A new twist on interfacial tension

In a mixture of two molecular components, the surface tension is defined as the energetic cost per unit area of moving molecules from the bulk and bringing them to the interface. The higher the magnitude of the surface tension, the greater the tendency of two components to demix. Surface tension allows trees to carry nutrients from the roots out to the branches, and water striders to walk on the surface of water.

The interface between hydrophobic and hydrophilic components has very high interfacial tension. A common way to adjust the magnitude of surface tension is to add amphiphilic molecules (like soaps), which contain both hydrophilic and hydrophobic components. These amphiphilic molecules prefer to be at the interface between the two components, and effectively lower the interfacial tension, allowing the components to mix more easily. This is how detergent causes oily stains to dissolve in water.

In a recently published article in Nature, an interdisciplinary team of researchers at Brandeis headed by Zvonimir Dogic, and consisting of experimental, theoretical, and computational physicists as well as biologists, has demonstrated a new way of controlling interfacial tension using a molecular property called chirality, or lack of mirror symmetry. The study was performed on a model system of two-dimensional colloidal membranes composed of the rod-like bacteriophage virus fd, which are about one micrometer in length and 7 nanometers in diameter. The electrostatically repulsive virus particles are condensed into membranes through the depletion mechanism by adding non-adsorbing polymer to a virus suspension. Because the fd rods are chiral, they tend to twist by a small angle with respect to neighboring rods. However, the geometry of the membrane prevents twisting in the structure’s interior; only along the perimeter can the rods twist. Thus, increasing the strength of chirality of the rods both lowers the energy of the rods along the membrane’s edge and increases the frustration of untwisted rods in the bulk, lowering the interfacial tension. This contrasts the standard method of controlling interfacial tension using amphiphilic molecules, since the rod-like particles are completely homogenous, and do not contain any hydrophilic components.

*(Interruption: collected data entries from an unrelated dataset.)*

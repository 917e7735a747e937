import type { MatrixRows } from './types.js';

const everyone = ['technician', 'assessor', 'manager', 'auditor', 'admin'] as const;
// Who reads registers: managers (their sites, narrowed in the query), auditors and admins. Technicians and assessors never.
const readers = ['manager', 'auditor', 'admin'] as const;

export const rows: MatrixRows = {
  'GET /register': [...readers],
  'GET /register/export.csv': [...readers],
  'GET /register/export.pdf': [...readers],
  'GET /register/:authorisationId/evidence': [...readers],
  'GET /matrix': [...readers],
  'GET /overview': [...readers],
  'POST /incident-packs': [...readers],
  'GET /findings': [...readers],
  'GET /findings/export.csv': [...readers],
  'GET /findings/:id': [...readers],
  'POST /findings': ['auditor'],
  'POST /findings/:id/answer': ['manager'],
  'POST /findings/:id/close': ['manager'],
  'GET /audit': ['auditor', 'admin'],
  'POST /audit/verify': ['auditor', 'admin'],
  // Everyone may open their own record; whose else is decided per person (tests/api/register-access.test.ts).
  'GET /people/:personId/record': [...everyone],
};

The strength of chiral interactions in fd is temperature sensitive; the rods are achiral at 60o C, and the strength of chirality increases with decreasing temperature. By increasing the strength of chiral interactions in-situ, the team of researchers was able to dynamically vary the membrane’s interfacial tension in order to drive a dramatic transition from a membrane to several twisted ribbon structures (Movie 1). The twisted ribbons have much more interfacial area than the membranes, but are much “twistier” structures, and are therefore favored when the strength of chirality is relatively high. Additionally, the team was able to drive the same membrane-to-ribbon transition using optical tweezers, as shown in Movie 2. Membranes and ribbons are only two of a myriad of structures that were observed in the fd system. This work presents a powerful new method to control the assembly of materials by tuning interfacial tension with chirality.